Vasopressor use leads to increased systemic vascular resistance leading to increased mean arterial pressure and increased perfusion to organs, which is particularly useful during arterial hypotension in shock [1]. Vasopressor use has been widely described in numerous settings including Intensive Care Units (ICU), emergency medicine, anesthesia, cardiac careunits, obstetrics and more. Vasopressors are especially common in the ICU setting where they can supplement fluid resuscitation in maintaining perfusion pressures in the setting of sepsis, hemorrhage and shock [2]. In fact, high dose vasopressor use has even been demonstrated to be an independent predictor of ICU and hospital mortality [3].

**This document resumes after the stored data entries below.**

/* SPDX-License-Identifier: GPL-3.0-or-later */

/* The one piece of state a signal handler can have: which signal came. sink_open looks
 * at it, so a run that is stopped ends at the next file, not in the middle of one. */

#include "output/interrupt.h"

#include <signal.h>
#include <stddef.h>

static volatile sig_atomic_t caught;

static const int watched[] = {SIGINT, SIGTERM, SIGHUP};
#define WATCHED (sizeof watched / sizeof watched[0])

static void note(int signal_number)
{
    caught = signal_number;
}

void interrupt_watch(void)
{
    for (size_t k = 0; k < WATCHED; k++) {
        struct sigaction action = {.sa_handler = note}, old;
        (void)sigemptyset(&action.sa_mask);
        if (sigaction(watched[k], NULL, &old) == 0 && old.sa_handler == SIG_DFL)
            (void)sigaction(watched[k], &action, NULL);
    }
}

bool interrupt_seen(void)
{
    return caught != 0;
}

void interrupt_release(void)
{
    for (size_t k = 0; k < WATCHED; k++) {
        struct sigaction action = {.sa_handler = SIG_DFL}, old;
        (void)sigemptyset(&action.sa_mask);
        if (sigaction(watched[k], NULL, &old) == 0 && old.sa_handler == note)
            (void)sigaction(watched[k], &action, NULL);
    }
    if (caught)
        (void)raise(caught);
}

While vasopressor use has been indicated in a myriad of critically ill patients, use of vasopressors also has its share of adverse effects including severe hypertension, cardiac ischemia, acute limb ischemia, arrhythmias and even, mortality [4,5]. Excess use of vasopressors can lead to iatrogenic vasoconstrictive shock in patients with poor cardiac function [6]. And though many studies exist describing the indications and adverse effects of vasopressors, few exist to investigate whether vasopressor use has increased in recent years, and whether any differences in this rate of use exist among teaching and non-teaching hospitals. Our study aims to explore the trend of use of vasopressors in teaching and non- teaching hospitals in the United States from 2005-2014 with the goal of better understanding the amount of usage of vasopressors in hospital medicine.

Materials and Methods

We conducted a retrospective cohort study utilizing the Healthcare Cost and Utilization Project network (HCUPnet) national database to investigate vasopressor use in teaching vs. non-teaching hospitals between 2005 and 2014. HCUP is a national database and software tool sponsored by the Agency for Healthcare Research and Quality (AHRQ). The database represents the most extensive collection of longitudinal hospital care data in the United States, including the synthesis of data from state healthcare centers, hospital associations, private institutions, and the Federal government.

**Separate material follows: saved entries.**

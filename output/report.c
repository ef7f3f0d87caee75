/* SPDX-License-Identifier: GPL-3.0-or-later */

/* Plain HTML without scripts. Text from the geometry file goes through one escaping
 * function; pictures are embedded as base64, so that the identifiers inside one picture
 * cannot clash with those of another. */

#include "output/report.h"

#include <errno.h>
#include <stdio.h>
#include <string.h>

#include "output/number.h"
#include "output/plot_convergence.h"
#include "output/words.h"
#include "shared/mem.h"
#include "solver/figures_conductor.h"

#define MATRIX_NAME 256

static const char style[] =
    "body{font-family:sans-serif;max-width:70em;margin:2em auto;padding:0 1em;"
    "color:#111;background:#fff}"
    "table{border-collapse:collapse}"
    "td,th{border:1px solid #999;padding:.25em .6em;text-align:left;"
    "vertical-align:top}"
    "td.n{text-align:right;white-space:nowrap}"
    ".verdict{font-size:1.2em;border:2px solid #111;padding:.5em 1em}"
    "img{max-width:100%;height:auto;border:1px solid #ccc}";

static void print_text(struct sink *sink, const char *text)
{
    for (; text && *text; text++) {
        switch (*text) {
        case '<':
            sink_print(sink, "&lt;");
            break;
        case '>':
            sink_print(sink, "&gt;");
            break;
        case '&':
            sink_print(sink, "&amp;");
            break;
        case '"':
            sink_print(sink, "&quot;");
            break;
        default:
            sink_print(sink, "%c", *text);
        }
    }
}

static void print_element(struct sink *sink, const char *tag, const char *text)
{
    sink_print(sink, "<%s>", tag);
    print_text(sink, text);
    sink_print(sink, "</%s>", tag);
}

static void print_limits(struct sink *sink, const struct verdict *verdict)
{
    sink_print(sink, "<table>\n<tr><th>limit</th><th>asked</th><th>found</th>"
                     "<th>met</th><th>why</th></tr>\n");
    for (size_t k = 0; k < verdict->count; k++) {
        const struct verdict_item *item = &verdict->items[k];
        const struct limit_rule *rule = geometry_limit_rule(item->limit);
        char allowed[NUMBER_TEXT], found[NUMBER_TEXT] = "not known";
        number_quantity(item->allowed, 0, rule->unit, allowed, sizeof allowed);
        if (item->judged)
            number_quantity(item->value, item->uncertainty, rule->unit, found,
                            sizeof found);
        sink_print(sink,
                   "<tr><td>%s</td><td>%s %s</td><td class=\"n\">%s</td>"
                   "<td>%s</td>",
                   words_limit(item->limit), rule->at_least ? "at least" : "at most",
                   allowed, found, item->met ? "yes" : "<b>NO</b>");
        print_element(sink, "td", item->reason);
        sink_print(sink, "</tr>\n");
    }
    sink_print(sink, "</table>\n");
}

static void print_field_cautions(struct sink *sink, const struct cautions *cautions)
{
    if (cautions->count == 0)
        return;
    sink_print(sink, "<h2>Cautions on these fields</h2>\n<ul>\n");
    for (size_t k = 0; k < cautions->count; k++) {
        print_element(sink, "li", cautions->items[k].text);
        sink_print(sink, "\n");
    }
    sink_print(sink, "</ul>\n<p>%s</p>\n", CAUTIONS_STANDING);
}

static void print_planes(struct sink *sink, unsigned planes)
{
    const char *gap = "";
    sink_print(sink, "<td>");
    for (unsigned k = 0; k < PLANE_KINDS; k++) {
        if (!(planes & (1U << k)))
            continue;
        sink_print(sink, "%s%s", gap, plane_kind_key((enum plane_kind)k));
        gap = ", ";
    }
    sink_print(sink, "</td>");
}

static void print_figure(struct sink *sink, const struct figure *figure)
{
    char value[NUMBER_TEXT] = "missing";
    if (figure->state != FIGURE_MISSING)
        number_quantity(figure->value, figure->uncertainty, figure->unit, value,
                        sizeof value);
    sink_print(sink, "<tr><td>");
    print_text(sink, figure->title);
    if (figure->subject) {
        sink_print(sink, ", ");
        print_text(sink, figure->subject);
    }
    sink_print(sink, "</td><td class=\"n\">%s%s</td>", value,
               figure->state == FIGURE_UNSETTLED ? " unsettled" : "");
    print_planes(sink, figure->planes);
    print_element(sink, "td", figure->note);
    sink_print(sink, "</tr>\n");
}

static bool has_group(const struct figures *figures, int group)
{
    for (size_t k = 0; k < figures->count; k++)
        if ((int)figures->items[k].group == group)
            return true;
    return false;
}

static bool is_in_matrix(const struct figure *figure)
{
    return strcmp(figure->name, "capacitance_matrix") == 0 &&
           figure->state != FIGURE_MISSING;
}

static void print_entry(struct sink *sink, const struct figure *entry)
{
    char value[NUMBER_TEXT] = "missing";
    if (entry->state != FIGURE_MISSING)
        number_quantity(entry->value, entry->uncertainty, entry->unit, value,
                        sizeof value);
    sink_print(sink, "<td class=\"n\">%s%s</td>", value,
               entry->state == FIGURE_UNSETTLED ? " unsettled" : "");
}

static void print_matrix(struct sink *sink, const struct figures *figures,
                         enum plane_kind kind)
{
    struct matrix_view view;
    char name[MATRIX_NAME];
    if (!matrix_find(figures, kind, &view))
        return;
    sink_print(sink,
               "<p>%s, capacitance matrix: charge of one conductor per volt on "
               "another, all else earthed</p>\n<table>\n<tr><th></th>",
               plane_kind_key(kind));
    for (size_t j = 0; j < view.count; j++) {
        matrix_name(&view, j, name, sizeof name);
        print_element(sink, "th", name);
    }
    sink_print(sink, "</tr>\n");
    for (size_t i = 0; i < view.count; i++) {
        matrix_name(&view, i, name, sizeof name);
        sink_print(sink, "<tr>");
        print_element(sink, "th", name);
        for (size_t j = 0; j < view.count; j++)
            print_entry(sink, matrix_entry(&view, i, j));
        sink_print(sink, "</tr>\n");
    }
    sink_print(sink, "</table>\n");
}

static void print_figures(struct sink *sink, const struct figures *figures)
{
    for (int group = 0; group < FIGURE_GROUPS; group++) {
        if (!has_group(figures, group))
            continue;
        print_element(sink, "h2", words_group((enum figure_group)group));
        sink_print(sink, "\n<table>\n<tr><th>figure</th><th>value</th>"
                         "<th>planes</th><th>note</th></tr>\n");
        for (size_t k = 0; k < figures->count; k++)
            if ((int)figures->items[k].group == group &&
                !words_is_zero_term(&figures->items[k]) &&
                !is_in_matrix(&figures->items[k]))
                print_figure(sink, &figures->items[k]);
        sink_print(sink, "</table>\n");
        for (int k = 0; group == FIGURE_HARDWARE && k < PLANE_KINDS; k++)
            print_matrix(sink, figures, (enum plane_kind)k);
    }
}

/* Three bytes become four letters; a short last group is padded with '='. */
static void print_base64(struct sink *sink, const unsigned char *bytes, size_t count)
{
    static const char letters[] =
        "ABCDEFGHIJKLMNOPQRSTUVWXYZabcdefghijklmnopqrstuvwxyz0123456789+/";
    for (size_t k = 0; k < count; k += 3) {
        unsigned group = (unsigned)bytes[k] << 16;
        if (k + 1 < count)
            group |= (unsigned)bytes[k + 1] << 8;
        if (k + 2 < count)
            group |= bytes[k + 2];
        char four[4] = {letters[group >> 18], letters[group >> 12 & 63],
                        k + 1 < count ? letters[group >> 6 & 63] : '=',
                        k + 2 < count ? letters[group & 63] : '='};
        sink_bytes(sink, four, sizeof four);
    }
}

static enum status print_file(struct sink *sink, FILE *file, const char *path,
                              struct messages *messages)
{
    enum { CHUNK = 3 * 4096 }; /* a multiple of 3: only the last one is padded */
    unsigned char *bytes = MEM_NEW(CHUNK, unsigned char);
    if (!bytes)
        return STATUS_MEMORY;
    size_t count;
    while ((count = fread(bytes, 1, CHUNK, file)))
        print_base64(sink, bytes, count);
    mem_free(bytes);
    if (!ferror(file))
        return STATUS_OK;
    messages_add(messages, SEVERITY_ERROR, (struct place){0, 0}, "cannot read %s",
                 path);
    return STATUS_WRITE;
}

static enum status print_picture(struct sink *sink, const struct folder *folder,
                                 const char *name, struct messages *messages)
{
    char *path = folder_path(folder, name);
    if (!path)
        return STATUS_MEMORY;
    enum status status = STATUS_WRITE;
    FILE *file = fopen(path, "rb");
    if (file) {
        sink_print(sink, "<p><img alt=\"%s\" src=\"data:image/svg+xml;base64,", name);
        status = print_file(sink, file, path, messages);
        sink_print(sink, "\"></p>\n");
        if (words_picture(name))
            print_element(sink, "p", words_picture(name));
        (void)fclose(file);
    } else {
        messages_add(messages, SEVERITY_ERROR, (struct place){0, 0},
                     "cannot read %s: %s", path, strerror(errno));
    }
    mem_free(path);
    return status;
}

static bool is_picture(const char *name)
{
    size_t length = strlen(name);
    return length > 4 && strcmp(name + length - 4, ".svg") == 0;
}

/* The pictures that come first, in this order. */
static const char *const first_pictures[] = {"path.svg", "ratio_map.svg",
                                             "convergence.svg"};
#define FIRST_PICTURES (sizeof first_pictures / sizeof first_pictures[0])

static bool comes_first(const char *name)
{
    for (size_t f = 0; f < FIRST_PICTURES; f++)
        if (strcmp(name, first_pictures[f]) == 0)
            return true;
    return false;
}

static enum status print_pictures(struct sink *sink, const struct folder *folder,
                                  struct messages *messages)
{
    enum status status = STATUS_OK;
    for (size_t f = 0; f < FIRST_PICTURES; f++)
        for (size_t k = 0; !status && k < folder->count; k++)
            if (strcmp(folder->names[k], first_pictures[f]) == 0)
                status = print_picture(sink, folder, first_pictures[f], messages);
    for (size_t k = 0; !status && k < folder->count; k++)
        if (is_picture(folder->names[k]) && !comes_first(folder->names[k]))
            status = print_picture(sink, folder, folder->names[k], messages);
    return status;
}

static void print_trust(struct sink *sink, const struct result *result)
{
    sink_print(sink,
               "<h2>What solving in two dimensions takes for granted</h2>\n<ul>\n");
    for (int k = 0; k < PLANE_KINDS; k++)
        if (result->planes[k].present)
            sink_print(sink, "<li>%s: %s.</li>\n", plane_kind_key((enum plane_kind)k),
                       words_assumption((enum plane_kind)k));
    sink_print(sink, "</ul>\n<h2>Cautions</h2>\n<ul>\n");
    for (size_t k = 0; words_caution(k); k++)
        sink_print(sink, "<li>%s</li>\n", words_caution(k));
    sink_print(sink, "</ul>\n");
}

/* Says why a picture that is always looked for is not there. */
static void print_no_convergence(struct sink *sink, const struct result *result)
{
    const struct figure *chosen[CONVERGENCE_MOST];
    if (convergence_choose(result, chosen) == 0)
        sink_print(sink, "<p>There is no convergence plot: no main figure changes from "
                         "grid to grid.</p>\n");
}

static void print_accuracy(struct sink *sink, const struct accuracy *accuracy)
{
    char line[1024];
    if (accuracy->state == ACCURACY_NOT_ASKED)
        return;
    accuracy_sentence(accuracy, line, sizeof line);
    sink_print(sink, "<p>Accuracy asked for: ");
    print_text(sink, line);
    sink_print(sink, "</p>\n");
}

static void print_head(struct sink *sink, const struct result *result)
{
    const char *title = result->geometry->title;
    char line[256];
    words_verdict(&result->verdict, line, sizeof line);
    sink_print(sink, "<!DOCTYPE html>\n<html lang=\"en\">\n<head>\n"
                     "<meta charset=\"utf-8\">\n");
    print_element(sink, "title", title ? title : "evengap");
    sink_print(sink, "\n<style>%s</style>\n</head>\n<body>\n", style);
    print_element(sink, "h1", title ? title : "(untitled)");
    sink_print(sink, "\n<p class=\"verdict\">Verdict: %s</p>\n", line);
    if (result->verdict.count)
        print_limits(sink, &result->verdict);
    print_accuracy(sink, &result->accuracy);
    print_field_cautions(sink, &result->cautions);
    sink_print(sink, "<p>Geometry file ");
    print_text(sink, words_base_name(result->geometry->path));
    sink_print(sink,
               ", evengap %s. x along the electric field, y from pole to pole, z "
               "along the beam%s. 1.234(5) means 1.234 with an uncertainty of "
               "0.005.</p>\n",
               EVENGAP_VERSION,
               result->planes[PLANE_ELECTRIC_TURNED].present
                   ? ", r the distance from the axis z"
                   : "");
}

enum status report_write(struct folder *folder, const struct result *result,
                         struct messages *messages)
{
    struct sink sink = {0};
    enum status status = folder_open(folder, "report.html", &sink, messages);
    if (status)
        return status;
    print_head(&sink, result);
    status = print_pictures(&sink, folder, messages);
    print_no_convergence(&sink, result);
    print_figures(&sink, &result->figures);
    print_trust(&sink, result);
    sink_print(&sink, "</body>\n</html>\n");
    if (!status)
        status = sink_close(&sink, messages);
    sink_drop(&sink);
    return status;
}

We identified patients categorized under ICD-9 code 00.17, who received infusion of Vasopressor anytime during their hospital course. Trends during the ten years were compared between teaching and non-teaching hospitals and evaluated using the z-test statistic and P values using a two-tail test with a significance of less than 0.05. The HCUP is an anonymous database and fully complied with the ethical standards and received "exempt" status from the Institutional Review Board (HSC-2015-0408N).

Results

We evaluated 757,537 patients who received a vasopressor infusion in hospitals from 2005-2014. The mean age was 74.4 (± 5.4) years old and the most common age subgroup consistently were 65-84 (45.70% average over the study period). The cohort was mainly Male, 54.26% (± 1.02) over the study period (p=0.24). The incidence of vasopressor infusion, as noted by HCUP, increased during the study period from 48,146 in 2005 to 116,930 in 2014 (143% increase, p=0.001). Specifically, incidence increased from 22,184 to 22,720 from 2005-2014 in non-teaching hospitals (2% increase, p=0.9) and 25,962 to 89,715 in teaching hospitals (246% increase, p=0.001) (Table 1).

Table 1: Trend of vasopressor infusions (number) through 2005-2014 in teaching and non teaching hospitals.

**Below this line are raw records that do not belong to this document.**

/* SPDX-License-Identifier: GPL-3.0-or-later */

/* The tree is built whole and written in one go. Building is written as plain
 * statements: a put that fails for lack of memory is noted in the builder, and judged
 * once at the end. */

#include "output/summary.h"

#include <jansson.h>
#include <math.h>

#include "output/words.h"
#include "shared/mem.h"
#include "solver/figures_conductor.h"

#define DIGITS      16
#define MATRIX_NAME 256
#define SENTENCE    1000

struct builder {
    bool failed;
};

/* Takes ownership of value. */
static void put(struct builder *builder, json_t *object, const char *key, json_t *value)
{
    if (json_object_set_new(object, key, value))
        builder->failed = true;
}

/* Takes ownership of value; returns it for filling, NULL when it could not be stored. */
static json_t *append(struct builder *builder, json_t *array, json_t *value)
{
    if (!json_array_append_new(array, value))
        return value;
    builder->failed = true;
    return NULL;
}

static json_t *put_array(struct builder *builder, json_t *object, const char *key)
{
    json_t *array = json_array();
    put(builder, object, key, array);
    return builder->failed ? NULL : array;
}

static json_t *put_object(struct builder *builder, json_t *object, const char *key)
{
    json_t *child = json_object();
    put(builder, object, key, child);
    return builder->failed ? NULL : child;
}

static json_t *real(double value, bool known)
{
    return known && isfinite(value) ? json_real(value + 0.0) : json_null();
}

/* A file name may hold any bytes; JSON holds only UTF-8. Such a name keeps its ASCII
 * part. */
static json_t *repaired(const char *value)
{
    char *copy = mem_text(value);
    for (char *byte = copy; byte && *byte; byte++)
        if ((unsigned char)*byte >= 0x80)
            *byte = '?';
    json_t *string = copy ? json_string(copy) : NULL;
    mem_free(copy);
    return string;
}

static bool is_ascii(const char *value)
{
    for (; *value; value++)
        if ((unsigned char)*value >= 0x80)
            return false;
    return true;
}

static json_t *text(const char *value)
{
    if (!value)
        return json_null();
    json_t *string = json_string(value);
    return string || is_ascii(value) ? string : repaired(value);
}

static void put_head(struct builder *builder, json_t *root, const char *kind,
                     const struct geometry *geometry)
{
    put(builder, root, "evengap", json_integer(1));
    put(builder, root, "kind", text(kind));
    put(builder, root, "version", text(EVENGAP_VERSION));
    put(builder, root, "geometry", text(words_base_name(geometry->path)));
    put(builder, root, "title", text(geometry->title));
}

static void put_limit(struct builder *builder, json_t *array,
                      const struct verdict_item *item)
{
    const struct limit_rule *rule = geometry_limit_rule(item->limit);
    json_t *object = append(builder, array, json_object());
    put(builder, object, "limit", text(rule->key));
    put(builder, object, "sense", text(rule->at_least ? "at_least" : "at_most"));
    put(builder, object, "allowed", real(item->allowed, true));
    put(builder, object, "unit", text(rule->unit));
    put(builder, object, "figure", text(item->figure ? item->figure->name : NULL));
    put(builder, object, "value", real(item->value, item->judged));
    put(builder, object, "uncertainty", real(item->uncertainty, item->judged));
    put(builder, object, "judged", json_boolean(item->judged));
    put(builder, object, "met", json_boolean(item->met));
    put(builder, object, "reason", text(item->reason));
}

static void put_verdict(struct builder *builder, json_t *root,
                        const struct verdict *verdict)
{
    json_t *object = put_object(builder, root, "verdict");
    put(builder, object, "within_limits", json_boolean(verdict->all_met));
    json_t *array = put_array(builder, object, "limits");
    for (size_t k = 0; k < verdict->count; k++)
        put_limit(builder, array, &verdict->items[k]);
}

static void put_cautions(struct builder *builder, json_t *root,
                         const struct cautions *cautions)
{
    json_t *array = put_array(builder, root, "cautions");
    for (size_t k = 0; k < cautions->count; k++) {
        const struct caution *caution = &cautions->items[k];
        json_t *object = append(builder, array, json_object());
        put(builder, object, "figure", text(caution->figure));
        put(builder, object, "subject", text(caution->subject));
        put(builder, object, "text", text(caution->text));
    }
}

static void put_quality(struct builder *builder, json_t *array,
                        const struct quality *quality)
{
    json_t *object = append(builder, array, json_object());
    put(builder, object, "unknowns", json_integer(quality->unknowns));
    put(builder, object, "residual", real(quality->residual, true));
    put(builder, object, "reciprocal_condition", real(quality->rcond, true));
    put(builder, object, "flux_imbalance", real(quality->flux_imbalance, true));
}

static void put_open(struct builder *builder, json_t *plane,
                     const struct open_test *open)
{
    json_t *object = put_object(builder, plane, "open_sides");
    put(builder, object, "distance", real(open->distance, true));
    put(builder, object, "grid", json_integer(open->level + 1));
    put(builder, object, "largest_movement", real(open->moved, true));
    put(builder, object, "of_figure", text(open->moved_most));
    put(builder, object, "factor", real(open->factor, true));
    put(builder, object, "unsettled", json_integer(open->unsettled));
}

static void put_matrix(struct builder *builder, json_t *plane,
                       const struct matrix_view *view, const struct quality *quality)
{
    json_t *object = put_object(builder, plane, "capacitance_matrix");
    json_t *names = put_array(builder, object, "conductors");
    put(builder, object, "unit", text(view->first->unit));
    json_t *values = put_array(builder, object, "value");
    json_t *errors = put_array(builder, object, "uncertainty");
    for (size_t i = 0; i < view->count; i++) {
        char name[MATRIX_NAME];
        matrix_name(view, i, name, sizeof name);
        (void)append(builder, names, text(name));
        json_t *value_row = append(builder, values, json_array());
        json_t *error_row = append(builder, errors, json_array());
        for (size_t j = 0; j < view->count; j++) {
            const struct figure *entry = matrix_entry(view, i, j);
            const bool known = entry->state != FIGURE_MISSING;
            (void)append(builder, value_row, real(entry->value, known));
            (void)append(builder, error_row, real(entry->uncertainty, known));
        }
    }
    put(builder, object, "reciprocity", real(quality->reciprocity, true));
    put(builder, object, "row_sum", real(quality->row_sum, true));
}

static void put_plane(struct builder *builder, json_t *array, enum plane_kind kind,
                      const struct result *result)
{
    const struct plane_result *plane = &result->planes[kind];
    struct matrix_view matrix;
    json_t *object = append(builder, array, json_object());
    put(builder, object, "plane", text(plane_kind_key(kind)));
    json_t *axes = put_array(builder, object, "axes");
    (void)append(builder, axes, text(axis_key(plane_kind_axis(kind, 0))));
    (void)append(builder, axes, text(axis_key(plane_kind_axis(kind, 1))));
    json_t *grid = put_array(builder, object, "grid");
    (void)append(builder, grid, json_integer(plane->grid.na));
    (void)append(builder, grid, json_integer(plane->grid.nb));
    json_t *levels = put_array(builder, object, "levels");
    for (int k = 0; k < plane->levels; k++)
        put_quality(builder, levels, &plane->quality[k]);
    if (matrix_find(&result->figures, kind, &matrix))
        put_matrix(builder, object, &matrix, &plane->quality[plane->levels - 1]);
    if (plane->open.done)
        put_open(builder, object, &plane->open);
}

static void put_refined(struct builder *builder, json_t *array, enum plane_kind kind,
                        const struct accuracy_plane *plane)
{
    json_t *object = append(builder, array, json_object());
    put(builder, object, "plane", text(plane_kind_key(kind)));
    put(builder, object, "all_lines", real(plane->factor, true));
    json_t *parts = put_array(builder, object, "parts");
    for (size_t k = 0; k < plane->part_count; k++) {
        json_t *part = append(builder, parts, json_object());
        put(builder, part, "name", text(plane->parts[k].name));
        put(builder, part, "factor", real(plane->parts[k].factor, true));
    }
}

/* null where no accuracy was asked for. */
static void put_accuracy(struct builder *builder, json_t *root,
                         const struct result *result)
{
    const struct accuracy *accuracy = &result->accuracy;
    char sentence[SENTENCE];
    if (accuracy->state == ACCURACY_NOT_ASKED) {
        put(builder, root, "accuracy", json_null());
        return;
    }
    json_t *object = put_object(builder, root, "accuracy");
    accuracy_sentence(accuracy, sentence, sizeof sentence);
    put(builder, object, "within", real(accuracy->within, true));
    put(builder, object, "state", text(accuracy_key(accuracy->state)));
    put(builder, object, "text", text(sentence));
    put(builder, object, "of_limits", json_boolean(accuracy->of_limits));
    put(builder, object, "rounds", json_integer(accuracy->rounds));
    json_t *items = put_array(builder, object, "figures");
    for (size_t k = 0; k < accuracy->count; k++) {
        const struct accuracy_item *item = &accuracy->items[k];
        json_t *entry = append(builder, items, json_object());
        put(builder, entry, "name", text(item->name));
        put(builder, entry, "reached", real(item->reached, item->stands));
        put(builder, entry, "relative_to", text(item->of_limit ? "limit" : "value"));
        put(builder, entry, "met", json_boolean(item->met));
    }
    json_t *planes = put_array(builder, object, "refined");
    for (int k = 0; k < PLANE_KINDS; k++)
        if (result->planes[k].present)
            put_refined(builder, planes, (enum plane_kind)k, &accuracy->planes[k]);
}

static void put_figure(struct builder *builder, json_t *array,
                       const struct figure *figure)
{
    static const char *const groups[FIGURE_GROUPS] = {"beam", "along", "across",
                                                      "hardware"};
    bool known = figure->state != FIGURE_MISSING;
    json_t *object = append(builder, array, json_object());
    put(builder, object, "name", text(figure->name));
    put(builder, object, "title", text(figure->title));
    put(builder, object, "subject", text(figure->subject));
    put(builder, object, "group", text(groups[figure->group]));
    json_t *planes = put_array(builder, object, "planes");
    for (unsigned k = 0; k < PLANE_KINDS; k++)
        if (figure->planes & (1U << k))
            (void)append(builder, planes, text(plane_kind_key((enum plane_kind)k)));
    put(builder, object, "value", real(figure->value, known));
    put(builder, object, "uncertainty", real(figure->uncertainty, known));
    json_t *grids = put_array(builder, object, "grids");
    for (int k = 0; k < figure->grid_count; k++)
        (void)append(builder, grids, real(figure->grids[k], true));
    put(builder, object, "unit", text(figure->unit));
    put(builder, object, "state", text(words_state(figure->state)));
    put(builder, object, "note", text(figure->note));
}

/* {"z": first, "x": second}, by the axes of the plane. */
static void put_pair(struct builder *builder, json_t *object, const char *key,
                     enum plane_kind kind, double first, double second)
{
    json_t *pair = put_object(builder, object, key);
    put(builder, pair, axis_key(plane_kind_axis(kind, 0)), real(first, true));
    put(builder, pair, axis_key(plane_kind_axis(kind, 1)), real(second, true));
}

static void put_probe(struct builder *builder, json_t *array,
                      const struct geometry *geometry,
                      const struct probe_reading *probe)
{
    enum plane_kind kind = probe->plane;
    bool magnetic = plane_kind_is_magnetic(kind);
    json_t *object = append(builder, array, json_object());
    put(builder, object, "index", json_integer((json_int_t)probe->probe));
    put(builder, object, "plane", text(plane_kind_key(kind)));
    put_pair(builder, object, "place", kind, probe->at.a, probe->at.b);
    put(builder, object, "potential", real(probe->potential, true));
    put(builder, object, "potential_uncertainty", real(probe->potential_err, true));
    put(builder, object, "potential_unit", text(magnetic ? "A" : "V"));
    put_pair(builder, object, "field", kind, probe->field[0], probe->field[1]);
    put_pair(builder, object, "field_uncertainty", kind, probe->field_err[0],
             probe->field_err[1]);
    put(builder, object, "field_unit", text(magnetic ? "T" : "V/m"));
    const struct plane *plane = &geometry->planes[kind];
    bool inside = probe->part >= 0 && (size_t)probe->part < plane->part_count;
    put(builder, object, "part", text(inside ? plane->parts[probe->part].name : NULL));
}

static void put_files(struct builder *builder, json_t *root, char *const *files,
                      size_t count)
{
    json_t *array = put_array(builder, root, "files");
    for (size_t k = 0; k < count; k++)
        (void)append(builder, array, text(files[k]));
}

static int dump_part(const char *buffer, size_t size, void *context)
{
    sink_bytes(context, buffer, size);
    return 0;
}

static enum status dump(struct sink *sink, json_t *root, bool failed)
{
    size_t flags = JSON_INDENT(2) | JSON_PRESERVE_ORDER | JSON_REAL_PRECISION(DIGITS);
    if (!failed && json_dump_callback(root, dump_part, sink, flags))
        failed = true;
    sink_print(sink, "\n");
    json_decref(root);
    return failed ? STATUS_MEMORY : STATUS_OK;
}

enum status summary_write(struct sink *sink, const struct result *result,
                          char *const *files, size_t file_count)
{
    struct builder builder = {false};
    const struct geometry *geometry = result->geometry;
    json_t *root = json_object();
    put_head(&builder, root, "summary", geometry);
    put_verdict(&builder, root, &result->verdict);
    put_cautions(&builder, root, &result->cautions);
    put_accuracy(&builder, root, result);
    json_t *planes = put_array(&builder, root, "planes");
    for (int k = 0; k < PLANE_KINDS; k++)
        if (result->planes[k].present)
            put_plane(&builder, planes, (enum plane_kind)k, result);
    json_t *figures = put_array(&builder, root, "figures");
    for (size_t k = 0; k < result->figures.count; k++)
        put_figure(&builder, figures, &result->figures.items[k]);
    json_t *probes = put_array(&builder, root, "probes");
    for (size_t k = 0; k < result->probe_count; k++)
        put_probe(&builder, probes, geometry, &result->probes[k]);
    put_files(&builder, root, files, file_count);
    return dump(sink, root, builder.failed);
}

enum status summary_write_drawing(struct sink *sink, const struct geometry *geometry,
                                  char *const *files, size_t file_count)
{
    struct builder builder = {false};
    json_t *root = json_object();
    put_head(&builder, root, "drawing", geometry);
    put_files(&builder, root, files, file_count);
    return dump(sink, root, builder.failed);
}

The percentage of vasopressor infusion that occurred in teaching hospitals was also observed to be steadily increasing going from 53.92% -76.73% from 2005-2014 and steadily decreasing from 46.08% to 19.43% in non-teaching hospitals in the same study period (Figure 1). The incidence of Vasopressor Infusion procedure between teaching and non-teaching hospitals was not significantly different between the years of 2005 to 2009 and 2011 (p-value>0.05, Table 1). However, in 2010 and 2012 onwards, there was a significant difference between the numbers of Vasopressor Infusions between teaching and non-teaching hospitals (p-value<0.05, Table 1).

Figure 1: Trend of Vasopressor Infusions (percentage) through 2005-2014 in Teaching and Non-Teaching Hospitals.

Discussion

Our study reflects that there has been an overall increase (143%) in vasopressor infusion in hospitals across the United States during the 10-year study period of 2005-2014. We also observe that the age group receiving these infusions is particularly the 65-85 age range, making up an average of 45.70% of all the patients over the study period (Table 1). This supports previous research that states that patients over the age of 65 comprise more than half of all ICU admissions in the ICU, where vasopressor infusions are likely to be used [7]. In particular, we observe vasopressor infusions occur in greater numbers and percentages in teaching than non-teaching hospitals. We observe a 246% increase in vasopressor infusion in teaching hospitals during the study period and a 2% increase in non-teaching hospitals. Moreover, more difference in vasopressor infusions among teaching and non-teaching hospitals are seen in the last few years of this study.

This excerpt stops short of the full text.